▸ DATA SUPPLIED:
━━━

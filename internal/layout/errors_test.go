package layout

import (
	"errors"
	"io/fs"
	"path/filepath"
	"sort"
	"strings"
	"testing"

	"arcwright/internal/geometry"
	"arcwright/internal/jet"
	"arcwright/internal/planner"
	"arcwright/internal/units"
)

func TestErrorString(t *testing.T) {
	tests := []struct {
		name string
		e    Error
		want string
	}{
		{"all parts", Error{File: "layouts/cell.yaml", Line: 12, Field: "nozzle.diameter", Msg: `want a length, got "5 kg"`},
			`layouts/cell.yaml:12: nozzle.diameter: want a length, got "5 kg"`},
		{"no field", Error{File: "a.yaml", Line: 3, Msg: "bad YAML: x"}, "a.yaml:3: bad YAML: x"},
		{"no line", Error{File: "a.yaml", Msg: "cannot read the file: gone"}, "a.yaml: cannot read the file: gone"},
		{"no file", Error{Line: 4, Field: "band", Msg: "m"}, "line 4: band: m"},
		{"message only", Error{Msg: "m"}, "m"},
	}
	for _, tt := range tests {
		t.Run(tt.name, func(t *testing.T) {
			if got := tt.e.Error(); got != tt.want {
				t.Errorf("Error(): got %q, want %q", got, tt.want)
			}
			w := Warning{File: tt.e.File, Line: tt.e.Line, Field: tt.e.Field, Msg: tt.e.Msg}
			if got := w.String(); got != tt.want {
				t.Errorf("Warning.String(): got %q, want %q", got, tt.want)
			}
		})
	}
	es := Errors{{Msg: "one"}, {Msg: "two"}}
	if got, want := es.Error(), "one\ntwo"; got != want {
		t.Errorf("Errors.Error(): got %q, want %q", got, want)
	}
}

func TestErrorKinds(t *testing.T) {
	tests := []struct {
		name  string
		text  string
		kind  error // sentinel the first problem wraps
		field string
		cause any // pointer to a target for errors.As, or an error for errors.Is; nil for none
	}{
		{"unknown key", edit(t, baseLayout, "  ceiling: 4 m\n", "  ceiling: 4 m\n  height: 4 m\n"), ErrUnknownKey, "cell.height", nil},
		{"missing", edit(t, baseLayout, "  ceiling: 4 m\n", ""), ErrMissing, "cell.ceiling", nil},
		{"syntax", "a: [\n", ErrSyntax, "", nil},
		{"wrong type", edit(t, baseLayout, "  exit: [2, 3]", "  exit: 2"), ErrWrongType, "nozzle.exit", nil},
		{"duplicate", edit(t, baseLayout, "    temperature_ratio: 1\n", "    temperature_ratio: 1\n  - name: P1\n    npr: 2\n    temperature_ratio: 1\n"), ErrDuplicateName, "operating_points[1].name", nil},
		{"unresolved", edit(t, baseLayout, "    stand: tripod\n", "    stand: mast\n"), ErrUnresolved, "arrays[0].stand", nil},
		{"unit", edit(t, baseLayout, "diameter: 50.8 mm", "diameter: 5 kg"), ErrInvalid, "nozzle.diameter", new(*units.Error)},
		{"not finite", edit(t, baseLayout, "diameter: 50.8 mm", "diameter: NaN mm"), ErrInvalid, "nozzle.diameter", new(*units.Error)},
		{"ring", edit(t, baseLayout, ", [0, 6], [0, 0]]", ", [0, 6]]"), ErrInvalid, "cell.boundary", geometry.ErrNotClosed},
		{"stream", edit(t, baseLayout, "npr: 1.5", "npr: 0.9"), ErrInvalid, "operating_points[0].npr", new(*jet.InputError)},
	}
	for _, tt := range tests {
		t.Run(tt.name, func(t *testing.T) {
			es := decodeErrors(t, tt.text)
			if !errors.Is(es, tt.kind) {
				t.Errorf("errors.Is(%v): got false, want true", tt.kind)
			}
			var first *Error
			if !errors.As(es, &first) {
				t.Fatal("errors.As(*Error): got false, want true")
			}
			check(t, "Field", first.Field, tt.field)
			check(t, "File", first.File, "test.yaml")
			switch c := tt.cause.(type) {
			case error:
				if !errors.Is(es, c) {
					t.Errorf("errors.Is(%v): got false, want true", c)
				}
			case **units.Error:
				if !errors.As(es, c) {
					t.Errorf("errors.As(*units.Error): got false, want true")
				}
			case **jet.InputError:
				if !errors.As(es, c) {
					t.Errorf("errors.As(*jet.InputError): got false, want true")
				}
			}
		})
	}
}

func TestEveryErrorInOnePass(t *testing.T) {
	tests := []struct {
		name   string
		text   string
		fields []string // every field with a problem, sorted by line then field
	}{
		{"every bad input of a stream", edit(t, baseLayout, "npr: 1.5\n    temperature_ratio: 1\n",
			"npr: 0.9\n    temperature_ratio: -1\n    gamma: 2\n    gas_constant: 0\n"),
			[]string{"operating_points[0].npr", "operating_points[0].temperature_ratio", "operating_points[0].gamma", "operating_points[0].gas_constant"}},
		{"an unusable length unit hides the bare lengths it would read", edit(t, baseLayout, "polar_angle: from_jet_axis\n",
			"polar_angle: from_jet_axis\nunits:\n  length: furlong\n"),
			[]string{"units.length"}},
		{"errors in separate sections", edit(t, baseLayout, "  ceiling: 4 m", "  ceiling: -4 m", "  low: 200 Hz", "  low: 0 Hz", "    pole_diameter: 25 mm\n", ""),
			[]string{"cell.ceiling", "band.low", "stands[0].pole_diameter"}},
		{"a second document", baseLayout + "---\narcwright: 1\n", []string{""}},
		{"not finite numbers", edit(t, baseLayout, "npr: 1.5", "npr: .nan", "  axis_height: 1.5 m", "  axis_height: Inf m"),
			[]string{"nozzle.axis_height", "operating_points[0].npr"}},
	}
	for _, tt := range tests {
		t.Run(tt.name, func(t *testing.T) {
			es := decodeErrors(t, tt.text)
			var got []string
			for _, e := range es {
				got = append(got, e.Field)
			}
			if strings.Join(got, "|") != strings.Join(tt.fields, "|") {
				t.Errorf("fields: got %q, want %q\n%v", got, tt.fields, es)
			}
			if !sort.SliceIsSorted(es, func(i, j int) bool {
				return es[i].Line < es[j].Line || es[i].Line == es[j].Line && es[i].Field < es[j].Field
			}) {
				t.Errorf("got errors out of order:\n%v", es)
			}
		})
	}
}

func TestLoad(t *testing.T) {
	t.Run("missing file", func(t *testing.T) {
		path := filepath.Join(t.TempDir(), "none.yaml")
		req, warns, err := Load(path)
		if req != nil || warns != nil {
			t.Errorf("got a request or warnings with the error")
		}
		if !errors.Is(err, ErrRead) || !errors.Is(err, fs.ErrNotExist) {
			t.Errorf("got %v, want an error wrapping ErrRead and fs.ErrNotExist", err)
		}
		want := path + ": cannot read the file: no such file or directory"
		if err == nil || err.Error() != want {
			t.Errorf("got %v, want %q", err, want)
		}
	})
	t.Run("demo file", func(t *testing.T) {
		req, _, err := Load(filepath.Join(repoRoot, "layouts", "hard-wall-exhaust-room.yaml"))
		if err != nil {
			t.Fatal(err)
		}
		check(t, "Source", req.Source, filepath.Join(repoRoot, "layouts", "hard-wall-exhaust-room.yaml"))
	})
}

// lineOf returns the 1-based line of the first line of text holding s.
func lineOf(t *testing.T, text, s string) int {
	t.Helper()
	for i, l := range strings.Split(text, "\n") {
		if strings.Contains(l, s) {
			return i + 1
		}
	}
	t.Fatalf("%q is not in the text", s)
	return 0
}

func TestWarnings(t *testing.T) {
	collector := func(inlet string) string {
		return edit(t, baseLayout, "  ceiling: 4 m\n", "  ceiling: 4 m\n  collector:\n    inlet: "+inlet+"\n    diameter: 1.2 m\n")
	}
	noArrays := baseLayout[:strings.Index(baseLayout, "arrays:")]
	cutoff := edit(t, baseLayout, "  ceiling: 4 m\n", "  ceiling: 4 m\n  cutoff: 250 Hz\n")
	noStand := edit(t, baseLayout, "    stand: tripod\n", "")
	tests := []struct {
		name string
		text string
		want []Warning
	}{
		{"collector on the axis", collector("[7, 3.5, 1.5]"), nil},
		{"collector off the axis", collector("[7, 4, 1.5]"), []Warning{{File: "test.yaml", Line: lineOf(t, collector("[7, 4, 1.5]"), "collector:"), Field: "cell.collector.inlet",
			Msg: "the collector inlet centre is 1.000 m off the jet axis, more than its radius 600.0 mm"}}},
		{"collector upstream", collector("[1, 3, 1.5]"), []Warning{{File: "test.yaml", Line: lineOf(t, collector("[1, 3, 1.5]"), "collector:"), Field: "cell.collector.inlet",
			Msg: "the collector inlet is not downstream of the nozzle exit (-1.000 m along the jet axis)"}}},
		{"no arrays", noArrays, []Warning{{File: "test.yaml", Line: 1, Field: "arrays", Msg: "no arrays: there are no stations to plan"}}},
		{"band below the cut-off", cutoff, []Warning{{File: "test.yaml", Line: lineOf(t, cutoff, "band:"), Field: "band.low",
			Msg: "the band starts at 200 Hz, below the treatment cut-off 250 Hz: the cell is not anechoic there"}}},
		{"no stand, off the floor", noStand, []Warning{{File: "test.yaml", Line: lineOf(t, noStand, "- name: A"), Field: "arrays[0]",
			Msg: "no stand, so the microphones are flush on the floor, but the stations are not at floor level; name a stand, or put the stations at height 0"}}},
		{"no stand, on the floor", edit(t, noStand, "      polar:", "      height: 0 m\n      polar:"), nil},
	}
	for _, tt := range tests {
		t.Run(tt.name, func(t *testing.T) {
			req, got := mustDecode(t, tt.text)
			if len(got) != len(tt.want) {
				t.Fatalf("got %d warnings %v, want %d %v", len(got), got, len(tt.want), tt.want)
			}
			for i := range got {
				if got[i] != tt.want[i] {
					t.Errorf("warning %d: got %q, want %q", i, got[i], tt.want[i])
				}
			}
			// the request carries them, so that plan and check show what
			// validate shows
			if len(req.Notes) != len(tt.want) {
				t.Fatalf("got %d notes in the request %q, want %d", len(req.Notes), req.Notes, len(tt.want))
			}
			for i, w := range tt.want {
				if req.Notes[i] != w.String() {
					t.Errorf("note %d: got %q, want %q", i, req.Notes[i], w.String())
				}
			}
			if len(req.Arrays) > 0 {
				p, err := planner.New(req)
				if err != nil {
					t.Fatal(err)
				}
				for i, w := range tt.want {
					if i >= len(p.Warnings) || p.Warnings[i] != w.String() {
						t.Errorf("the plan's warnings do not start with %q: %q", w.String(), p.Warnings)
					}
				}
			}
		})
	}
}
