package layout

import _ "embed" // for the starter layout

//go:embed starter.yaml
var starter []byte

// Starter returns the commented starter layout that `arcwright init` writes:
// a complete, valid layout set in an imaginary facility of our own, with
// every key explained in a comment and the unit shown on every quantity.
// The slice is new on each call.
func Starter() []byte { return append([]byte(nil), starter...) }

━━━

▸ TASK: Every line from the start of the material above through the line that contains "- name: P1\n" must be written out exactly, with both ends included.

▸ OUTPUT FOR THIS TASK:
filename internal/layout/errors_test.go
package layout

import (
	"errors"
	"io/fs"
	"path/filepath"
	"sort"
	"strings"
	"testing"

	"arcwright/internal/geometry"
	"arcwright/internal/jet"
	"arcwright/internal/planner"
	"arcwright/internal/units"
)

func TestErrorString(t *testing.T) {
	tests := []struct {
		name string
		e    Error
		want string
	}{
		{"all parts", Error{File: "layouts/cell.yaml", Line: 12, Field: "nozzle.diameter", Msg: `want a length, got "5 kg"`},
			`layouts/cell.yaml:12: nozzle.diameter: want a length, got "5 kg"`},
		{"no field", Error{File: "a.yaml", Line: 3, Msg: "bad YAML: x"}, "a.yaml:3: bad YAML: x"},
		{"no line", Error{File: "a.yaml", Msg: "cannot read the file: gone"}, "a.yaml: cannot read the file: gone"},
		{"no file", Error{Line: 4, Field: "band", Msg: "m"}, "line 4: band: m"},
		{"message only", Error{Msg: "m"}, "m"},
	}
	for _, tt := range tests {
		t.Run(tt.name, func(t *testing.T) {
			if got := tt.e.Error(); got != tt.want {
				t.Errorf("Error(): got %q, want %q", got, tt.want)
			}
			w := Warning{File: tt.e.File, Line: tt.e.Line, Field: tt.e.Field, Msg: tt.e.Msg}
			if got := w.String(); got != tt.want {
				t.Errorf("Warning.String(): got %q, want %q", got, tt.want)
			}
		})
	}
	es := Errors{{Msg: "one"}, {Msg: "two"}}
	if got, want := es.Error(), "one\ntwo"; got != want {
		t.Errorf("Errors.Error(): got %q, want %q", got, want)
	}
}

func TestErrorKinds(t *testing.T) {
	tests := []struct {
		name  string
		text  string
		kind  error // sentinel the first problem wraps
		field string
		cause any // pointer to a target for errors.As, or an error for errors.Is; nil for none
	}{
		{"unknown key", edit(t, baseLayout, "  ceiling: 4 m\n", "  ceiling: 4 m\n  height: 4 m\n"), ErrUnknownKey, "cell.height", nil},
		{"missing", edit(t, baseLayout, "  ceiling: 4 m\n", ""), ErrMissing, "cell.ceiling", nil},
		{"syntax", "a: [\n", ErrSyntax, "", nil},
		{"wrong type", edit(t, baseLayout, "  exit: [2, 3]", "  exit: 2"), ErrWrongType, "nozzle.exit", nil},
		{"duplicate", edit(t, baseLayout, "    temperature_ratio: 1\n", "    temperature_ratio: 1\n  - name: P1\n    npr: 2\n    temperature_ratio: 1\n"), ErrDuplicateName, "operating_points[1].name", nil},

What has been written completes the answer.